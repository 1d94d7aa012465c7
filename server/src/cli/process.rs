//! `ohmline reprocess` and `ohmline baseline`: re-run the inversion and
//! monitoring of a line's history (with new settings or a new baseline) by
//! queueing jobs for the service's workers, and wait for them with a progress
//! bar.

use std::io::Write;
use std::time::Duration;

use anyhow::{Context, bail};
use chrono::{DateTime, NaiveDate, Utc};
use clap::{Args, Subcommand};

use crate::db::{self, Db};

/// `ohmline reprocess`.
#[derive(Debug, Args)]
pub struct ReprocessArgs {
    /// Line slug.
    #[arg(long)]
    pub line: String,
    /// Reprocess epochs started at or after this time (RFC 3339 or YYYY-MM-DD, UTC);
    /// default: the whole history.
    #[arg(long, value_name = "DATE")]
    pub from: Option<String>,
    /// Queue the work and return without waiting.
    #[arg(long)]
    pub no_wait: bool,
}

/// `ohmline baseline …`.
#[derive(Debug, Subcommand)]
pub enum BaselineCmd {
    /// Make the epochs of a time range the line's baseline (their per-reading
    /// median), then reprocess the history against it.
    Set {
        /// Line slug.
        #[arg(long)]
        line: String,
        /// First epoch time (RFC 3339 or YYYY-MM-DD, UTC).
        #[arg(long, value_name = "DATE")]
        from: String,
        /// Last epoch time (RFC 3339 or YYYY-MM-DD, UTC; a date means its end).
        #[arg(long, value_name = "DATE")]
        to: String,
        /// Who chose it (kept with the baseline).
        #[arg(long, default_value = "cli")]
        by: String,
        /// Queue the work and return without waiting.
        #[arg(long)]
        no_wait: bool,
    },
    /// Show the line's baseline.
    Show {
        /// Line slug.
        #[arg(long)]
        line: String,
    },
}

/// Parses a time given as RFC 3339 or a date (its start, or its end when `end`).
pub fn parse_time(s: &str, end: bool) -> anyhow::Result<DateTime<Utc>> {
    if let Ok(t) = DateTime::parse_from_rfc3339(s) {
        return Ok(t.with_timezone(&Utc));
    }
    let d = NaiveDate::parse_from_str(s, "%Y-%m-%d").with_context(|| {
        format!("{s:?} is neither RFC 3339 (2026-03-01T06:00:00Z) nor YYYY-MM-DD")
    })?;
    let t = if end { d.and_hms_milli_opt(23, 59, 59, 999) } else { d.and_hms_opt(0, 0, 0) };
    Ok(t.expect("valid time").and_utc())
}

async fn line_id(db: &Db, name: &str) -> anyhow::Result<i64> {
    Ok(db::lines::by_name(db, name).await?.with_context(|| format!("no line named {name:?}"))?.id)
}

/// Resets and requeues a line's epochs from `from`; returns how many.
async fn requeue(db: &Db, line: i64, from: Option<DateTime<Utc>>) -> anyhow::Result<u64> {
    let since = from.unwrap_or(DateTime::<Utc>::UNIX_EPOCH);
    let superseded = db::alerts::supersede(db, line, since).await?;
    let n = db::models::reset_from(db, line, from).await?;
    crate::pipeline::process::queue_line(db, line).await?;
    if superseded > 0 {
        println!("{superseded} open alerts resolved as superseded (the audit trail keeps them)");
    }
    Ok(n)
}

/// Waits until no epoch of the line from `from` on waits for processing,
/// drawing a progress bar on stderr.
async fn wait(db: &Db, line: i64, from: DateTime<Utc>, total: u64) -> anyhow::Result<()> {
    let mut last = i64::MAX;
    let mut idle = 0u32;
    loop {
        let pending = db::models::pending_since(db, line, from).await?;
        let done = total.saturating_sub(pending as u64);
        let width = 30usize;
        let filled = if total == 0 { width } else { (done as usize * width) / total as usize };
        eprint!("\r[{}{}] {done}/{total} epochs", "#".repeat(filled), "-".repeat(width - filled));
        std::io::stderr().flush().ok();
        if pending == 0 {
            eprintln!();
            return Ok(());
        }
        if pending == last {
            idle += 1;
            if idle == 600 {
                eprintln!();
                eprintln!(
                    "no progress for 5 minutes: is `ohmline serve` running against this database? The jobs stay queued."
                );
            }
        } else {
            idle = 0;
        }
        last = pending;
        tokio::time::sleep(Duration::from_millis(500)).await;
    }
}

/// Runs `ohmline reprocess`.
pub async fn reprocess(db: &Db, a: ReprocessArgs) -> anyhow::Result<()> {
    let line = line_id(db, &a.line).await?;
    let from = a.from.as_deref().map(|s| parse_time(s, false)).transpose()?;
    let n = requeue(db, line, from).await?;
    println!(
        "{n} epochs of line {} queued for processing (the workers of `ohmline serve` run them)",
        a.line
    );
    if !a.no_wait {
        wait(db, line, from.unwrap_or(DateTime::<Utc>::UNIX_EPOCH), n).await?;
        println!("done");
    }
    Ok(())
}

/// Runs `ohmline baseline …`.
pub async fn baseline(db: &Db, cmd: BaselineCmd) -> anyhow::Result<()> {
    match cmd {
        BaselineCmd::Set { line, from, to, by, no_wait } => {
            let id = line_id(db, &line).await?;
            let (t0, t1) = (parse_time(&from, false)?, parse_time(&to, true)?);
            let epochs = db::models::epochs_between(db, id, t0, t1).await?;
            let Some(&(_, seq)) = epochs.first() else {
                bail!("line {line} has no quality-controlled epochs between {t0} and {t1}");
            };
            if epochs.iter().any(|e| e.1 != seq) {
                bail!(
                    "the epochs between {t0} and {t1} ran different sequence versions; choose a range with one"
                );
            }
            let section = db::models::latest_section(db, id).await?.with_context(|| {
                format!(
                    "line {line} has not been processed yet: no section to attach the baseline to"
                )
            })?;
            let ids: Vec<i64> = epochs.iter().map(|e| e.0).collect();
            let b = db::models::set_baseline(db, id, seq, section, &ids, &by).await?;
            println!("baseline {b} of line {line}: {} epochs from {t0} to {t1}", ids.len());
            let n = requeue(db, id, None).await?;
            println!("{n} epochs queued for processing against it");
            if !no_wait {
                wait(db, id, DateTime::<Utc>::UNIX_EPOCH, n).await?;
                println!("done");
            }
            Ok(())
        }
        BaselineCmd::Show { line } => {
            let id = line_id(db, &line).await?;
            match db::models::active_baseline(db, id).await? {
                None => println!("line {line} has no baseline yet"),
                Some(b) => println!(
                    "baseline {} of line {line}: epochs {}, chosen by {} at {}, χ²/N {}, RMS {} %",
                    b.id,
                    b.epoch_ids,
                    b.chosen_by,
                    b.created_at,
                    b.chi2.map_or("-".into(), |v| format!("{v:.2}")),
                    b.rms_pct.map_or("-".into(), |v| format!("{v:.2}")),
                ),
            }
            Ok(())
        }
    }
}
···
> [EXERCISE DETAILS]
All of the records above need to be printed again exactly as they appear.

> [PROBLEM SOLUTION]
repository 1d94d7aa012465c7
filename server/src/cli/process.rs
//! `ohmline reprocess` and `ohmline baseline`: re-run the inversion and
//! monitoring of a line's history (with new settings or a new baseline) by
//! queueing jobs for the service's workers, and wait for them with a progress
//! bar.

use std::io::Write;
use std::time::Duration;

use anyhow::{Context, bail};
use chrono::{DateTime, NaiveDate, Utc};
use clap::{Args, Subcommand};

use crate::db::{self, Db};

/// `ohmline reprocess`.
#[derive(Debug, Args)]
pub struct ReprocessArgs {
    /// Line slug.
    #[arg(long)]
    pub line: String,
    /// Reprocess epochs started at or after this time (RFC 3339 or YYYY-MM-DD, UTC);
    /// default: the whole history.
    #[arg(long, value_name = "DATE")]
    pub from: Option<String>,
    /// Queue the work and return without waiting.
    #[arg(long)]
    pub no_wait: bool,
}

/// `ohmline baseline …`.
#[derive(Debug, Subcommand)]
pub enum BaselineCmd {
    /// Make the epochs of a time range the line's baseline (their per-reading
    /// median), then reprocess the history against it.
    Set {
        /// Line slug.
        #[arg(long)]
        line: String,
        /// First epoch time (RFC 3339 or YYYY-MM-DD, UTC).
        #[arg(long, value_name = "DATE")]
        from: String,
        /// Last epoch time (RFC 3339 or YYYY-MM-DD, UTC; a date means its end).
        #[arg(long, value_name = "DATE")]
        to: String,
        /// Who chose it (kept with the baseline).
        #[arg(long, default_value = "cli")]
        by: String,
        /// Queue the work and return without waiting.
        #[arg(long)]
        no_wait: bool,
    },
    /// Show the line's baseline.
    Show {
        /// Line slug.
        #[arg(long)]
        line: String,
    },
}

/// Parses a time given as RFC 3339 or a date (its start, or its end when `end`).
pub fn parse_time(s: &str, end: bool) -> anyhow::Result<DateTime<Utc>> {
    if let Ok(t) = DateTime::parse_from_rfc3339(s) {
        return Ok(t.with_timezone(&Utc));
    }
    let d = NaiveDate::parse_from_str(s, "%Y-%m-%d").with_context(|| {
        format!("{s:?} is neither RFC 3339 (2026-03-01T06:00:00Z) nor YYYY-MM-DD")
    })?;
    let t = if end { d.and_hms_milli_opt(23, 59, 59, 999) } else { d.and_hms_opt(0, 0, 0) };
    Ok(t.expect("valid time").and_utc())
}

async fn line_id(db: &Db, name: &str) -> anyhow::Result<i64> {
    Ok(db::lines::by_name(db, name).await?.with_context(|| format!("no line named {name:?}"))?.id)
}

/// Resets and requeues a line's epochs from `from`; returns how many.
async fn requeue(db: &Db, line: i64, from: Option<DateTime<Utc>>) -> anyhow::Result<u64> {
    let since = from.unwrap_or(DateTime::<Utc>::UNIX_EPOCH);
    let superseded = db::alerts::supersede(db, line, since).await?;
    let n = db::models::reset_from(db, line, from).await?;
    crate::pipeline::process::queue_line(db, line).await?;
    if superseded > 0 {
        println!("{superseded} open alerts resolved as superseded (the audit trail keeps them)");
    }
    Ok(n)
}

/// Waits until no epoch of the line from `from` on waits for processing,
/// drawing a progress bar on stderr.
async fn wait(db: &Db, line: i64, from: DateTime<Utc>, total: u64) -> anyhow::Result<()> {
    let mut last = i64::MAX;
    let mut idle = 0u32;
    loop {
        let pending = db::models::pending_since(db, line, from).await?;
        let done = total.saturating_sub(pending as u64);
        let width = 30usize;
        let filled = if total == 0 { width } else { (done as usize * width) / total as usize };
        eprint!("\r[{}{}] {done}/{total} epochs", "#".repeat(filled), "-".repeat(width - filled));
        std::io::stderr().flush().ok();
        if pending == 0 {
            eprintln!();
            return Ok(());
        }
        if pending == last {
            idle += 1;
            if idle == 600 {
                eprintln!();
                eprintln!(
                    "no progress for 5 minutes: is `ohmline serve` running against this database? The jobs stay queued."
                );
            }
        } else {
            idle = 0;
        }
        last = pending;
        tokio::time::sleep(Duration::from_millis(500)).await;
    }
}

/// Runs `ohmline reprocess`.
pub async fn reprocess(db: &Db, a: ReprocessArgs) -> anyhow::Result<()> {
    let line = line_id(db, &a.line).await?;
    let from = a.from.as_deref().map(|s| parse_time(s, false)).transpose()?;
    let n = requeue(db, line, from).await?;
    println!(
        "{n} epochs of line {} queued for processing (the workers of `ohmline serve` run them)",
        a.line
    );
    if !a.no_wait {
        wait(db, line, from.unwrap_or(DateTime::<Utc>::UNIX_EPOCH), n).await?;
        println!("done");
    }
    Ok(())
}

/// Runs `ohmline baseline …`.
pub async fn baseline(db: &Db, cmd: BaselineCmd) -> anyhow::Result<()> {
    match cmd {
        BaselineCmd::Set { line, from, to, by, no_wait } => {
            let id = line_id(db, &line).await?;
            let (t0, t1) = (parse_time(&from, false)?, parse_time(&to, true)?);
            let epochs = db::models::epochs_between(db, id, t0, t1).await?;
            let Some(&(_, seq)) = epochs.first() else {
                bail!("line {line} has no quality-controlled epochs between {t0} and {t1}");
            };
            if epochs.iter().any(|e| e.1 != seq) {
                bail!(
                    "the epochs between {t0} and {t1} ran different sequence versions; choose a range with one"
                );
            }
            let section = db::models::latest_section(db, id).await?.with_context(|| {
                format!(
                    "line {line} has not been processed yet: no section to attach the baseline to"
                )
            })?;
            let ids: Vec<i64> = epochs.iter().map(|e| e.0).collect();
            let b = db::models::set_baseline(db, id, seq, section, &ids, &by).await?;
            println!("baseline {b} of line {line}: {} epochs from {t0} to {t1}", ids.len());
            let n = requeue(db, id, None).await?;
            println!("{n} epochs queued for processing against it");
            if !no_wait {
                wait(db, id, DateTime::<Utc>::UNIX_EPOCH, n).await?;
                println!("done");
            }
            Ok(())
        }
        BaselineCmd::Show { line } => {
            let id = line_id(db, &line).await?;
            match db::models::active_baseline(db, id).await? {
                None => println!("line {line} has no baseline yet"),
                Some(b) => println!(
                    "baseline {} of line {line}: epochs {}, chosen by {} at {}, χ²/N {}, RMS {} %",
                    b.id,
                    b.epoch_ids,
                    b.chosen_by,
                    b.created_at,
                    b.chi2.map_or("-".into(), |v| format!("{v:.2}")),
                    b.rms_pct.map_or("-".into(), |v| format!("{v:.2}")),
                ),
            }
            Ok(())
        }
    }
}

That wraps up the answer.